MG0010試験：試験概要

国際共同第Ⅲ相二重盲検試験（MG0010試験［検証的試験］）

社内資料: 国際共同第Ⅲ相二重盲検試験成績 MG0010試験（承認時評価資料）

Howard JF Jr. et al.: Lancet Neurol. 2023; 22(5): 395-406.
（本試験はUCB Pharmaの資金提供を受けており著者に同社より研究資金や謝礼等を受領している者が含まれる）

試験概要

目的

全身型重症筋無力症（gMG）患者におけるジルビスク^Ⓡの有効性、安全性及び忍容性を評価する。

対象

gMG患者174例（日本人患者16例を含む）

ジルビスク^Ⓡ群：86例、プラセボ群：88例

主な選択基準

18歳以上75歳未満
スクリーニング時にgMG［米国重症筋無力症研究財団（MGFA）の重症度基準でクラスⅡ～Ⅳ］と診断
スクリーニング時に血清中抗アセチルコリン受容体抗体が陽性
スクリーニング時及びベースライン時のMG-ADL総スコアが6以上
抗アセチルコリンエステラーゼ薬を10時間以上中止した状態でスクリーニング時及びベースライン時のQMG総スコアが12以上
スクリーニング時及びベースライン時の4項目以上のQMG総スコアが2以上
コルチコステロイドの用量がベースラインの30日以上前から変更されておらず、投与期間の12週間に変更予定がない
免疫抑制剤がベースラインの30日以上前から変更されておらず（用量を含む）、投与期間の12週間に変更予定がない

試験デザイン

第Ⅲ相、多施設共同（米国、カナダ、フランス、ドイツ、イタリア、ノルウェー、ポーランド、スペイン、英国、日本）、二重盲検、無作為化、プラセボ対照試験

本試験は、スクリーニング期間（最長4週間）及び投与期間（12週間）から構成された。

投与方法

患者をベースライン時のMG-ADL総スコア（9以下又は10以上）、QMG総スコア（17以下又は18以上）、及び地理的地域（北米、欧州、及び東アジア）に基づいて層別化し、ジルビスク^Ⓡ群又はプラセボ群のいずれかに1：1の割合で割り付け、ジルビスク^Ⓡ0.3mg/kg又はプラセボを盲検下で1日1回12週間皮下投与した。ジルビスク^Ⓡは、下表に示す体重区分に従って各患者の体重に応じた固定量のジルビスク^Ⓡを含む自己投与用のプレフィルドシリンジ製剤として供給した。体重の重い患者（150kg超）又は軽い患者（43kg未満）については、メディカルモニターと相談のうえ個別に対応した。

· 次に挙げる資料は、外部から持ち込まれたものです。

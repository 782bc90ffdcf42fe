import { afterAll, beforeAll, describe, expect, it } from 'vitest';
import type { Fault } from '../../simulator/faults/kinds';
import { ON_KEEP_ALIVE } from '../../simulator/scenarios/catalogue';
import type { Actor } from '../../src/domain/access/permissions';
import type { CaseKind } from '../../src/domain/cases/cases';
import { checklistOf } from '../../src/domain/cases/checklists';
import { database } from '../../src/server/db/pools';
import { asActor } from '../../src/server/db/transaction';
import { nightsDue } from '../../src/server/jobs/nights-due';
import { judgeNight } from '../../src/server/jobs/output-night';
import { tellGathered } from '../../src/server/jobs/tell';
import { siteFiguresCsv } from '../../src/server/reports/figures/csv';
import { monthReportPdf } from '../../src/server/reports/figures/month-report';
import { siteWords } from '../../src/server/reports/figures/words';
import { setRollupWatermark } from '../../src/server/queries/rollup';
import { checkClosedCases } from '../../src/server/services/check-closed-cases';
import { siteFigures } from '../../src/server/services/figures';
import { Draw, drawPlant } from '../bench/diagnosis/plants';
import { testDatabase, type TestDatabase } from '../support/database';
import { pdfPages } from '../support/pdf';
import { tellAll } from '../support/happenings';
import {
  analystOf,
  caseOf,
  causeLines,
  closeCase,
  LivePlant,
  newestEvent,
  openCauses,
  readCase,
  type OpenCause,
} from '../support/live-plant';

/**
 * The simulator's plant at noon, minute by minute: each fault is found and explained, a case is opened from the cause,
 * the fault is mended, readings recover, the case is closed, and the next day shows whether it held.
 */
const drawn = drawPlant(
  {
    n: 7,
    unitType: ON_KEEP_ALIVE,
    strings: 6,
    units: [10, 12],
    perInput: 1,
    reportIntervalS: 60,
    twoZones: true,
    gateways: 2,
    obstacle: false,
    days: 2,
  },
  new Draw(7),
);
const { plan } = drawn;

最小目標用量（名目上）（mg/kg）	投与量（mg）	体重区分（kg）	用量範囲（mg/kg）
0.3	16.6	≧43～＜56	0.30～0.39
0.3	23.0	≧56～＜77	0.30～0.41
0.3	32.4	≧77～150	0.22～0.42

継続投与試験（MG0011試験）の選択基準に適合している場合、すべての患者は12週間の投与期間終了時に継続投与試験でジルビスク^Ⓡの投与を受けることを選択できた。

評価項目

主要評価項目

12週におけるMG-ADL総スコアのベースラインからの変化量

重要な副次評価項目

12週におけるQMG総スコア、MGC総スコア、MG-QOL15r総スコアのベースラインからの変化量

その他の副次評価項目

投与期間12週間における初回のレスキュー療法までの時間
レスキュー療法を受けず、12週にMSEを達成した患者の割合
レスキュー療法を受けず、12週にMG-ADL総スコアが3点以上低下した患者の割合
レスキュー療法を受けず、12週にQMG総スコアが5点以上低下した患者の割合

探索的評価項目

レスキュー療法を受けず、12週にMGFA-PISのMMを達成した患者の割合
12週におけるWPAI：SHP、EQ-5D-5L及び視覚的アナログスケール（VAS）、Neuro-QoL SF Fatigueスコアのベースラインからの変化量
MG-ADL、QMG、MG-QOL15r、及びMGC総スコアのレスポンダー解析（レスキュー療法を受けなかった患者におけるベースラインからの変化量）
12週におけるMG-ADL、QMG、MG-QOL15r、及びMGC構成スコア（眼筋、延髄、呼吸機能、並びに四肢及び脊椎機能サブスコア）のベースラインからの変化量

安全性

治験薬投与後に発現した有害事象（TEAE）の発現割合、など

解析計画

有効性はmITT（modified intention to treat）集団を対象に解析した。mITT集団は、無作為化されたすべての患者のうち、治験薬を1回以上投与され、治験薬投与後1時点以上のMG-ADL総スコアを有する患者と定義した。主要評価項目は、12週におけるMG-ADL総スコアのベースラインからの変化量について、ジルビスク^Ⓡ群とプラセボ群間の優越性を比較し（両側、有意水準0.05）、治験薬、治験薬と来院の交互作用項、無作為化の層別因子［ベースラインのMG-ADL及びQMG総スコア、地理的地域（北米、欧州、及び東アジア）］、並びにベースラインのMG-ADL総スコアと来院の交互作用項を固定効果、患者を変量効果としたMMRM（mixed model repeated measures）共分散分析（ANCOVA）で投与群間の差を評価した。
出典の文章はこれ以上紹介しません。